Recently I have been working on a remix of TK - Unravel (the opening to Tokyo Ghoul Season 1) and then I decided to turn it into a community remix project. Hell, this thread could be FILLED with remixes! My remix will most likely be a Drumstep Remix. If you would like to help me with my remix, let me know what you'd like to help with. I have a list here:
JAPANESE VOCALS
Under Full Version Romanji
ENGLISH VOCALS
As the video plays, it shows the English translation. Or check the description... It's a better translation and fits the song well.
Drum samples ESPECIALLY OPEN AND CLOSED HI HATS  (I know, it's disappointing that I am asking for samples, but hey... what can I say?)
SUPERSAW PRESET FOR SYLENTH1 LIKE THIS
A BIT OF EQ/MASTERING

Whatever is posted can be used by the community in their remixes.
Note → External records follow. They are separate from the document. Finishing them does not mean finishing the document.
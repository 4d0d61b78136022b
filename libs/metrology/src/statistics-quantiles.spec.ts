import fc from 'fast-check';

import { Decimal } from './decimal';
import { MetrologyInputError } from './errors';
import { normalQuantile, studentTQuantile, studentTTwoSided } from './statistics-quantiles';

const close = (actual: Decimal, expected: string | number, tol: number): void => {
  expect(actual.minus(expected).abs().toNumber()).toBeLessThanOrEqual(tol);
};

describe('Student t quantiles against the NIST/SEMATECH e-Handbook table', () => {
  // NIST/SEMATECH e-Handbook of Statistical Methods, 1.3.6.7.2 "Critical values of
  // the Student's t distribution" (upper-tail probability α, three decimals), as
  // reproduced at pdfcoffee.com/student-t-distribution-table-pdf-free.html.
  it.each([
    [0.975, 1, '12.706'],
    [0.975, 2, '4.303'],
    [0.975, 9, '2.262'],
    [0.975, 10, '2.228'],
    [0.975, 30, '2.042'],
    [0.975, 60, '2.000'],
    [0.975, 100, '1.984'],
    [0.95, 9, '1.833'],
    [0.995, 9, '3.250'],
    [0.999, 30, '3.385'],
    [0.999, 10, '4.143'], // table truncates: exact 4.14370…
  ])('t(%s, ν = %s) = %s', (p, nu, expected) => {
    close(studentTQuantile(p, nu), expected, 0.001);
  });

  it('gives the normal quantile for ν = Infinity (table row ∞: 1.960, 2.576, 3.090)', () => {
    close(studentTQuantile(0.975, Infinity), '1.960', 0.0005);
    close(studentTQuantile(0.995, 'Infinity'), '2.576', 0.0005);
    close(studentTQuantile(0.999, Infinity), '3.090', 0.0005);
  });

  it('matches the closed forms for ν = 1 (Cauchy: tan π(p − ½)) and ν = 2 ((2p − 1)·√(2 / (4p(1 − p))))', () => {
    // Exact identities of the t distribution with 1 and 2 degrees of freedom.
    // Note: the NIST table prints 318.313 for ν = 1, α = 0.001; the exact value is tan(0.499π) = 318.3088…
    for (const p of [0.6, 0.9, 0.975, 0.999]) {
      close(studentTQuantile(p, 1), Math.tan(Math.PI * (p - 0.5)), 1e-9 * Math.tan(Math.PI * (p - 0.5)));
      close(studentTQuantile(p, 2), (2 * p - 1) * Math.sqrt(2 / (4 * p * (1 - p))), 1e-10);
    }
  });

  it('is odd about p = ½', () => {
    expect(studentTQuantile(0.5, 7).isZero()).toBe(true);
    expect(studentTQuantile(0.025, 9).neg().equals(studentTQuantile(0.975, 9))).toBe(true);
  });

  it('accepts non-integer ν (Welch–Satterthwaite) and lies between the neighbouring integers', () => {
    const t45 = studentTQuantile(0.975, '4.5');
    expect(t45.lessThan(studentTQuantile(0.975, 4))).toBe(true);
    expect(t45.greaterThan(studentTQuantile(0.975, 5))).toBe(true);
  });

  it('joins the large-ν expansion smoothly at ν = 10 000', () => {
    const below = studentTQuantile(0.975, 9999.999).toNumber();
    const above = studentTQuantile(0.975, 10000).toNumber();
    expect(Math.abs(below - above)).toBeLessThan(1e-10);
  });

  it('gives the two-sided coverage factor: k(95 %, ν = 9) = 2.262', () => {
    close(studentTTwoSided(0.95, 9), '2.262', 0.0005);
  });

  it('refuses ν < 1, p outside (0, 1) and a non-numeric ν', () => {
    expect(() => studentTQuantile(0.975, 0.5)).toThrow(MetrologyInputError);
    expect(() => studentTQuantile(1, 5)).toThrow(MetrologyInputError);
    expect(() => studentTQuantile(0, 5)).toThrow(MetrologyInputError);
    expect(() => studentTQuantile(0.9, 'many')).toThrow(MetrologyInputError);
    expect(() => studentTTwoSided(1.2, 5)).toThrow(MetrologyInputError);
  });

  it('property: decreases as ν grows and never falls below the normal quantile', () => {
    fc.assert(
      fc.property(
        fc.double({ min: 1, max: 1e6, noNaN: true }),
        fc.double({ min: 1, max: 1e6, noNaN: true }),
        fc.double({ min: 0.55, max: 0.9999, noNaN: true }),
        (a, b, p) => {
          const [lo, hi] = a < b ? [a, b] : [b, a];
          const tLo = studentTQuantile(p, lo);
          const tHi = studentTQuantile(p, hi);
          return tLo.greaterThanOrEqualTo(tHi.minus(1e-10)) && tHi.greaterThanOrEqualTo(normalQuantile(p).minus(1e-10));
        },
      ),
      { numRuns: 200 },
    );
  });
});

describe('normal quantile', () => {
  it('matches tabulated values', () => {
    // Φ⁻¹(0.975) = 1.959963984540054 (Abramowitz & Stegun 26.2; from memory to 15 digits);
    // Φ⁻¹(0.95) = 1.644853626951 and Φ⁻¹(0.995) = 2.575829303549 (same source, from memory).
    close(normalQuantile(0.975), '1.959963984540054', 1e-11);
    close(normalQuantile(0.95), '1.644853626951', 1e-11);
    close(normalQuantile(0.995), '2.575829303549', 1e-11);
    close(normalQuantile(0.025), '-1.959963984540054', 1e-11);
    // Φ(1) = 0.841344746068543 (A&S 26.2 table, from memory), so Φ⁻¹ of it is 1.
    close(normalQuantile('0.841344746068543'), 1, 1e-11);
  });

  it('property: is odd and increasing', () => {
    fc.assert(
      fc.property(fc.double({ min: 1e-9, max: 0.4999, noNaN: true }), fc.double({ min: 1e-9, max: 0.4999, noNaN: true }), (p, r) => {
        const sym = normalQuantile(p)
          .plus(normalQuantile(new Decimal(1).minus(p)))
          .abs()
          .lessThan(1e-10);
        const mono = p < r ? normalQuantile(p).lessThanOrEqualTo(normalQuantile(r)) : true;
        return sym && mono;
      }),
    );
  });
});
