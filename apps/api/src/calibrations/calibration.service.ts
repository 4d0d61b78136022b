import { Injectable } from '@nestjs/common';
import { PrismaClient } from '@registry/data';

import { AuditWriter } from '../audit/audit-writer';
import { canReadLab, readableLabs } from '../auth/access-policy';
import type { RequestContext } from '../auth/actor';
import { Clock } from '../common/clock';
import { expectedVersion, staleVersion } from '../common/http/concurrency';
import { cursorInstant, decodeCursor, encodeCursor, type Page, toPage } from '../common/pagination';
import { DomainError } from '../common/problem/domain-error';
import type { Tx } from '../inventory/inventory-workflow';
import { presentCalibration, presentSummary } from './calibration.presenter';
import { type CalibrationRecord, CalibrationRepository, type DraftChanges } from './calibration.repository';
import type { CalibrationSummary, CalibrationView } from './calibration.responses';
import type { CalibrationListQuery, CreateCalibration, UpdateCalibration } from './calibration.schemas';
import { assertCanEdit, assertCanRead, assertCanRecordFor, assertCanRecordOwn, assertState, notFound } from './calibration-access';
import { computeCalibration } from './calibration-computation';
import { CalibrationFactsRepository } from './calibration-facts.repository';
import { checkedInputs, enteredFromCreate, enteredFromPatch } from './calibration-inputs';
import { assertNotInFuture, CalibrationItems, subjectOf } from './calibration-items';

export const TX = { maxWait: 5_000, timeout: 15_000 } as const;

/** What a calibration's audit entries show of it (inputs included: they are the raw data). */
export const auditSnapshot = (c: CalibrationRecord) => ({
  vesselId: c.vesselId,
  performerId: c.performerId,
  enteredById: c.enteredById,
  balanceId: c.balanceId,
  thermometerId: c.thermometerId,
  performedAt: c.performedAt,
  state: c.state,
  notes: c.notes,
  inputs: c.inputs,
  version: c.version,
});

/** Recording calibrations: drafts are created, read and edited here; the lifecycle is in CalibrationLifecycle. */
@Injectable()
export class CalibrationService {
  constructor(
    private readonly prisma: PrismaClient,
    private readonly calibrations: CalibrationRepository,
    private readonly facts: CalibrationFactsRepository,
    private readonly items: CalibrationItems,
    private readonly audit: AuditWriter,
    private readonly clock: Clock,
  ) {}

  async create(ctx: RequestContext, body: CreateCalibration): Promise<CalibrationView> {
    return this.prisma.$transaction(async (tx) => {
      const vessel = await this.items.vessel(tx, body.vesselId);
      if (!vessel || !canReadLab(ctx.actor, vessel.labId)) throw new DomainError('not-found', 'No vessel with that id.');
      const labId = vessel.labId;
      const actorId = ctx.actor.kind === 'person' ? ctx.actor.id : null;
      const performerId = body.performerId ?? actorId ?? '';
      if (performerId === actorId) assertCanRecordOwn(ctx.actor, labId);
      else await this.assertPerformer(tx, ctx, labId, performerId);
      const policy = await this.facts.labPolicy(tx, labId);
      if (!policy || policy.retired) throw new DomainError('conflict', 'The vessel’s lab is retired; it takes no new calibrations.');
      const { balance } = await this.items.instrumentsOf(tx, labId, body.balanceId, body.thermometerId);
      const now = this.clock.now();
      const performedAt = new Date(body.performedAt);
      assertNotInFuture(performedAt, now);
      const inputs = checkedInputs(enteredFromCreate(body), vessel);
      // Refuse impossible quantities now (422 naming the field), not only at submission.
      computeCalibration(inputs, subjectOf(vessel, balance, vessel.deliveryMode), now);
      const created = await this.calibrations.insert(
        tx,
        {
          labId,
          vesselId: vessel.id,
          performerId,
          enteredById: actorId ?? performerId,
          balanceId: body.balanceId,
          thermometerId: body.thermometerId,
          performedAt,
          deliveryMode: vessel.deliveryMode,
          inputs,
          notes: body.notes ?? null,
        },
        now,
      );
      await this.audit.record(tx, ctx, {
        action: 'create',
        entityType: 'calibration',
        entityId: created.id,
        labId,
        newValues: auditSnapshot(created),
      });
      return presentCalibration(created, null);
    }, TX);
  }

  async list(ctx: RequestContext, query: CalibrationListQuery): Promise<Page<CalibrationSummary>> {
    const labs = readableLabs(ctx.actor);
    if (query.labId !== undefined && labs !== 'all' && !labs.includes(query.labId)) return { items: [], nextCursor: null };
    const cursor = query.cursor === undefined ? undefined : decodeCursor(query.cursor);
    const after = cursor && cursorAfter(cursor);
    const rows = await this.calibrations.list(this.prisma, {
      labs,
      labId: query.labId,
      vesselId: query.vesselId,
      performerId: query.performerId,
      state: query.state,
      performedFrom: query.performedFrom === undefined ? undefined : new Date(query.performedFrom),
      performedTo: query.performedTo === undefined ? undefined : new Date(query.performedTo),
      after,
      take: query.limit + 1,
    });
    const page = toPage(rows, query.limit, (c) => encodeCursor(c.performedAt.toISOString(), c.id));
    const factors = await this.calibrations.factorsOf(
      this.prisma,
      page.items.map((c) => c.id),
    );
    return { items: page.items.map((c) => presentSummary(c, factors.get(c.id) ?? null)), nextCursor: page.nextCursor };
  }

  async get(ctx: RequestContext, id: string): Promise<CalibrationView> {
    const cal = await this.calibrations.findById(this.prisma, id);
    if (!cal) throw notFound();
    assertCanRead(ctx.actor, cal);
    const factors = await this.calibrations.factorsOf(this.prisma, [id]);
    return presentCalibration(cal, factors.get(id) ?? null);
  }

  async update(ctx: RequestContext, id: string, ifMatch: string | undefined, patch: UpdateCalibration): Promise<CalibrationView> {
    return this.prisma.$transaction(async (tx) => {
      const cal = await this.calibrations.findById(tx, id);
      if (!cal) throw notFound();
      assertCanEdit(ctx.actor, cal);
      const expected = expectedVersion(ifMatch);
      if (expected !== cal.version) throw staleVersion(cal.version);
      assertState(cal, ['draft', 'returned'], 'changed');
      const vessel = await this.items.existingVessel(tx, cal.vesselId);
      const { balance } = await this.items.instrumentsOf(
        tx,
        cal.labId,
        patch.balanceId ?? cal.balanceId,
        patch.thermometerId ?? cal.thermometerId,
      );
      const now = this.clock.now();
      const performedAt = patch.performedAt === undefined ? cal.performedAt : new Date(patch.performedAt);
      assertNotInFuture(performedAt, now);
      const inputs = checkedInputs(enteredFromPatch(cal.inputs, patch), { ...vessel, deliveryMode: cal.deliveryMode });
      computeCalibration(inputs, subjectOf(vessel, balance, cal.deliveryMode), now);
      const changes: DraftChanges = {
        ...(patch.balanceId === undefined ? {} : { balanceId: patch.balanceId }),
        ...(patch.thermometerId === undefined ? {} : { thermometerId: patch.thermometerId }),
        ...(patch.notes === undefined ? {} : { notes: patch.notes }),
        performedAt,
        inputs,
      };
      const updated = await this.calibrations.updateDraft(tx, id, expected, changes, now);
      if (!updated) throw staleVersion();
      await this.audit.record(tx, ctx, {
        action: 'update',
        entityType: 'calibration',
        entityId: id,
        labId: cal.labId,
        oldValues: auditSnapshot(cal),
        newValues: auditSnapshot(updated),
      });
      return presentCalibration(updated, null);
    }, TX);
  }

  /** A manager (or administrator) enters a calibration for an active analyst or manager of the lab. */
  private async assertPerformer(tx: Tx, ctx: RequestContext, labId: string, performerId: string): Promise<void> {
    assertCanRecordFor(ctx.actor, labId);
    if (await this.facts.activeMemberRole(tx, labId, performerId)) return;
    throw new DomainError('validation-failed', 'The performer is not an active analyst or manager of the vessel’s lab.', [
      { field: 'performerId', reason: 'is not an active analyst or manager of the vessel’s lab' },
    ]);
  }
}

const UUID = /^[0-9a-f]{8}-[0-9a-f]{4}-[0-9a-f]{4}-[0-9a-f]{4}-[0-9a-f]{12}$/i;

/** The (performedAt, id) a page continues after. */
function cursorAfter(cursor: { sortValue: string | null; id: string }): { performedAt: Date; id: string } {
  const at = cursorInstant(cursor.sortValue);
  if (!UUID.test(cursor.id)) {
    throw new DomainError('validation-failed', 'The cursor is not one this API issued.', [{ field: 'cursor', reason: 'invalid cursor' }]);
  }
  return { performedAt: at, id: cursor.id };
}
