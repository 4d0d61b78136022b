import { Decimal, dec, type DecimalInput } from './decimal';
import { MetrologyInputError } from './errors';
import { studentTQuantile } from './statistics-quantiles';

/**
 * Replicate statistics for a calibration run: mean, sample standard deviation,
 * CV, systematic and random error (ISO 8655-6 §8 terms), Student t and normal
 * quantiles, and Grubbs' single-outlier test. Decimal in, Decimal out.
 * Quantiles live in ./statistics-quantiles (the only place Number is used).
 */

function decimals(values: readonly DecimalInput[], field: string, min: number): Decimal[] {
  if (!Array.isArray(values) || values.length < min) {
    throw new MetrologyInputError(field, `needs at least ${min} values`);
  }
  return values.map((v, i) => dec(v, `${field}[${i}]`));
}

export function mean(values: readonly DecimalInput[], field = 'values'): Decimal {
  const xs = decimals(values, field, 1);
  return xs.reduce((a, x) => a.plus(x), new Decimal(0)).div(xs.length);
}

/** Sample standard deviation (n − 1 in the denominator), two-pass. */
export function sampleStandardDeviation(values: readonly DecimalInput[], field = 'values'): Decimal {
  const xs = decimals(values, field, 2);
  const m = mean(xs, field);
  const ss = xs.reduce((a, x) => a.plus(x.minus(m).pow(2)), new Decimal(0));
  return ss.div(xs.length - 1).sqrt();
}

/** CV % = 100 · s / mean; the mean must be positive. */
export function coefficientOfVariationPercent(values: readonly DecimalInput[], field = 'values'): Decimal {
  const m = mean(values, field);
  if (!m.greaterThan(0)) throw new MetrologyInputError(field, 'must have a positive mean for a CV');
  return sampleStandardDeviation(values, field).div(m).times(100);
}

export interface SystematicError {
  readonly mean: Decimal;
  /** mean − nominal, in the unit of the values. */
  readonly error: Decimal;
  /** 100 · (mean − nominal) / nominal. */
  readonly errorPercent: Decimal;
}

export function systematicError(values: readonly DecimalInput[], nominal: DecimalInput): SystematicError {
  const v0 = dec(nominal, 'nominal');
  if (!v0.greaterThan(0)) throw new MetrologyInputError('nominal', 'must be greater than 0');
  const m = mean(values);
  const error = m.minus(v0);
  return { mean: m, error, errorPercent: error.div(v0).times(100) };
}

export interface RandomError {
  readonly standardDeviation: Decimal;
  readonly cvPercent: Decimal;
}

export function randomError(values: readonly DecimalInput[]): RandomError {
  return {
    standardDeviation: sampleStandardDeviation(values),
    cvPercent: coefficientOfVariationPercent(values),
  };
}

export type GrubbsResult =
  | { readonly applicable: false; readonly n: number; readonly reason: string }
  | {
      readonly applicable: true;
      readonly n: number;
      readonly alpha: Decimal;
      /** The replicate farthest from the mean (the first one on a tie). */
      readonly suspectValue: Decimal;
      readonly suspectIndex: number;
      readonly g: Decimal;
      readonly gCritical: Decimal;
      readonly outlier: boolean;
      readonly mean: Decimal;
      readonly standardDeviation: Decimal;
    };

/**
 * Grubbs' test for one outlier, two-sided (NIST/SEMATECH e-Handbook 1.3.5.17;
 * ASTM E178): G = max|xᵢ − x̄| / s against
 * G_crit = ((n − 1)/√n) · √(t² / (n − 2 + t²)), t the upper α/(2n) quantile of
 * Student t with n − 2 degrees of freedom. It reports; it never removes a
 * replicate. Fewer than 3 values: not applicable.
 */
export function grubbsTest(
  values: readonly DecimalInput[],
  options: {
    alpha?: DecimalInput;
    /** The mean and sample standard deviation of `values`, when the caller already has them. */
    known?: { readonly mean: Decimal; readonly standardDeviation: Decimal };
  } = {},
): GrubbsResult {
  const alpha = dec(options.alpha ?? '0.05', 'alpha');
  if (!alpha.greaterThan(0) || alpha.greaterThan(0.5)) {
    throw new MetrologyInputError('alpha', 'must be greater than 0 and at most 0.5', { min: '0', max: '0.5', unit: '1' });
  }
  const xs = decimals(values, 'values', 0);
  const n = xs.length;
  if (n < 3) return { applicable: false, n, reason: 'Grubbs test needs at least 3 replicates' };
  const m = options.known?.mean ?? mean(xs);
  const s = options.known?.standardDeviation ?? sampleStandardDeviation(xs);
  let suspectIndex = 0;
  xs.forEach((x, i) => {
    if (
      x
        .minus(m)
        .abs()
        .greaterThan((xs[suspectIndex] as Decimal).minus(m).abs())
    )
      suspectIndex = i;
  });
  const suspectValue = xs[suspectIndex] as Decimal;
  const g = s.isZero() ? new Decimal(0) : suspectValue.minus(m).abs().div(s);
  const t = studentTQuantile(new Decimal(1).minus(alpha.div(2 * n)), n - 2);
  const t2 = t.pow(2);
  const gCritical = new Decimal(n - 1).div(new Decimal(n).sqrt()).times(t2.div(t2.plus(n - 2)).sqrt());
  return {
    applicable: true,
    n,
    alpha,
    suspectValue,
    suspectIndex,
    g,
    gCritical,
    outlier: g.greaterThan(gCritical),
    mean: m,
    standardDeviation: s,
  };
}
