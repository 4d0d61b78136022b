import { Decimal } from './decimal';
import { MetrologyInputError } from './errors';
import { volumeModel, type VolumeModelInputs } from './gravimetric';
import { evaluateVolumeUncertainty, type VolumeUncertaintyInput, volumeBudgetInputs } from './volume-uncertainty';
import { tanakaAirFreeDensity } from './water-density';

const d = (v: string | number) => new Decimal(v);

// A 100 mL borosilicate flask weighed at 20.5 °C: typical laboratory figures, not published data.
const t = d('20.5');
const model: VolumeModelInputs = {
  netMassG: d('99.7200'),
  waterTemperatureC: t,
  waterDensityKgPerM3: tanakaAirFreeDensity(t),
  airDensityKgPerM3: d('1.19'),
  weightDensityKgPerM3: d(8000),
  expansionCoefficientPerK: d('9.9e-6'),
  referenceTemperatureC: d(20),
};
const input: VolumeUncertaintyInput = {
  model,
  replicateVolumesMl: ['100.012', '100.018', '100.015', '100.011', '100.019'],
  uncertainties: {
    balanceCalibrationG: '0.0003',
    balanceResolutionG: '0.0001',
    waterTemperatureC: '0.05',
    airDensityKgPerM3: '0.006',
    meniscusMl: '0.005',
    evaporationMl: '0.0005',
  },
};

describe('gravimetric volume budget (EURAMET cg-19 components)', () => {
  const result = evaluateVolumeUncertainty(input);
  const row = (symbol: string) => {
    const r = result.budget.rows.find((x) => x.symbol === symbol);
    if (!r) throw new Error(symbol);
    return r;
  };

  it('estimates the volume with the model of gravimetric.ts', () => {
    expect(result.volumeMl.eq(volumeModel(model))).toBe(true);
    expect(result.volumeMl.toNumber()).toBeCloseTo(100.01, 1);
  });

  it('lists the ten cg-19 components in order', () => {
    expect(result.budget.rows.map((r) => r.symbol)).toEqual([
      'm',
      'dmRes',
      't',
      'dRhoW',
      'rhoA',
      'rhoB',
      'gamma',
      'dVrep',
      'dVmen',
      'dVevap',
    ]);
  });

  it('matches the analytic partial derivatives of V = m/(ρW−ρA)·(1−ρA/ρB)·(1−γ(t−20))', () => {
    // Derivatives of the model by hand (densities in g/mL, hence the factors 1/1000).
    const m = model.netMassG;
    const rw = model.waterDensityKgPerM3.div(1000);
    const ra = model.airDensityKgPerM3.div(1000);
    const rb = model.weightDensityKgPerM3.div(1000);
    const g = model.expansionCoefficientPerK;
    const A = d(1).div(rw.minus(ra));
    const B = d(1).minus(ra.div(rb));
    const C = d(1).minus(g.times(t.minus(20)));
    const h = d('1e-4');
    const slope = tanakaAirFreeDensity(t.plus(h))
      .minus(tanakaAirFreeDensity(t.minus(h)))
      .div(h.times(2));
    const dVdRhoW = m.times(A.pow(2)).times(B).times(C).neg().div(1000);
    const expected: Record<string, Decimal> = {
      m: A.times(B).times(C),
      dmRes: A.times(B).times(C),
      dRhoW: dVdRhoW,
      rhoA: m
        .times(C)
        .times(A)
        .times(A.times(B).minus(d(1).div(rb)))
        .div(1000),
      rhoB: m.times(A).times(C).times(ra).div(rb.pow(2)).div(1000),
      gamma: m.times(A).times(B).times(t.minus(20)).neg(),
      t: m.times(A).times(B).times(g).neg().plus(dVdRhoW.times(slope)),
      dVrep: d(1),
      dVmen: d(1),
      dVevap: d(1),
    };
    for (const [symbol, c] of Object.entries(expected)) {
      expect(row(symbol).sensitivityCoefficient.minus(c).abs().lte(c.abs().times('1e-7'))).toBe(true);
    }
  });

  it('gives ∂V/∂t ≈ 0.0202 mL/K for 100 mL at 20.5 °C: water expansion 2.12e-4 /K less glass 9.9e-6 /K', () => {
    // dρ/dt of Tanaka's formula at 20.5 °C ≈ −0.211 kg/m³/K, /998.1 → 2.12e-4 /K; 100·(2.12e-4 − 0.099e-4) ≈ 0.0202.
    expect(row('t').sensitivityCoefficient.toNumber()).toBeCloseTo(0.0202, 3);
  });

  it('takes repeatability as s/√n of the replicate volumes with ν = n − 1', () => {
    // s² = 50e-6/4 = 12.5e-6 mL², s = 3.5355e-3 mL, u = s/√5 = 1.5811e-3 mL
    expect(row('dVrep').standardUncertainty.toNumber()).toBeCloseTo(0.0015811, 7);
    expect(row('dVrep').degreesOfFreedom.toNumber()).toBe(4);
    expect(row('dVrep').distribution).toBe('type-a');
  });

  it('takes resolution of two readings as d/√12·√2 = d/√6', () => {
    expect(row('dmRes').standardUncertainty.toNumber()).toBeCloseTo(0.0001 / Math.sqrt(6), 12);
  });

  it('applies and marks the documented defaults', () => {
    expect(row('dRhoW').standardUncertainty.toString()).toBe('0.00045');
    expect(row('rhoB').standardUncertainty.toNumber()).toBeCloseTo(60 / Math.sqrt(3), 10);
    expect(row('gamma').standardUncertainty.toNumber()).toBeCloseTo(9.9e-7 / Math.sqrt(3), 18);
    expect(row('rhoB').note).toMatch(/^default/);
    const given = evaluateVolumeUncertainty({ ...input, uncertainties: { ...input.uncertainties, weightDensityKgPerM3: 20 } });
    expect(given.budget.rows[5]?.standardUncertainty.toNumber()).toBe(20);
    expect(given.budget.rows[5]?.note).toBeUndefined();
  });

  it('combines into u_c, ν_eff, k and U with U % = 100·U/V', () => {
    const uc = result.combinedStandardUncertaintyMl;
    const sumSquares = result.budget.rows.reduce((s, r) => s.plus(r.contribution.pow(2)), d(0));
    expect(uc.pow(2).minus(sumSquares).abs().lt('1e-30')).toBe(true);
    // By hand: √(5.0² + 1.58² + 1.01² + 0.53² + 0.50² + 0.30² + …)·1e-3 mL ≈ 5.40e-3 mL
    expect(uc.toNumber()).toBeCloseTo(0.0054, 4);
    expect(result.effectiveDegreesOfFreedom.toNumber()).toBeGreaterThan(50); // meniscus (ν = ∞) dominates
    expect(result.coverageFactor.toString()).toBe('2');
    expect(result.expandedUncertaintyMl.eq(uc.times(2))).toBe(true);
    expect(result.relativeExpandedUncertaintyPercent.eq(result.expandedUncertaintyMl.div(result.volumeMl).times(100))).toBe(true);
  });

  it('agrees with its binary-float twin at the estimate (for Monte Carlo)', () => {
    const { inputs, numberModel } = volumeBudgetInputs(input);
    const x = Object.fromEntries(inputs.map((r) => [r.symbol, new Decimal(r.value).toNumber()]));
    expect(Math.abs(numberModel(x) / result.volumeMl.toNumber() - 1)).toBeLessThan(1e-13);
  });

  it('refuses a single replicate and a negative uncertainty', () => {
    expect(() => evaluateVolumeUncertainty({ ...input, replicateVolumesMl: ['100.01'] })).toThrow(MetrologyInputError);
    expect(() => evaluateVolumeUncertainty({ ...input, uncertainties: { ...input.uncertainties, meniscusMl: '-0.001' } })).toThrow(
      /negative/,
    );
  });
});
When mine is finished, I'll release the mp3/wav on YouTube or something... At a later point I'll release my .flp of the mix.

Just a couple of rules...
No touching of the face or hair (YOU WILL NEVER GET THIS REFERENCE!)
and...
No eating humans in this thread... Insurance doesn't quite cover a ghoul feeding frenzy... (Translation: Don't be an ass)
and as always...
HAVE FUN!!!


----------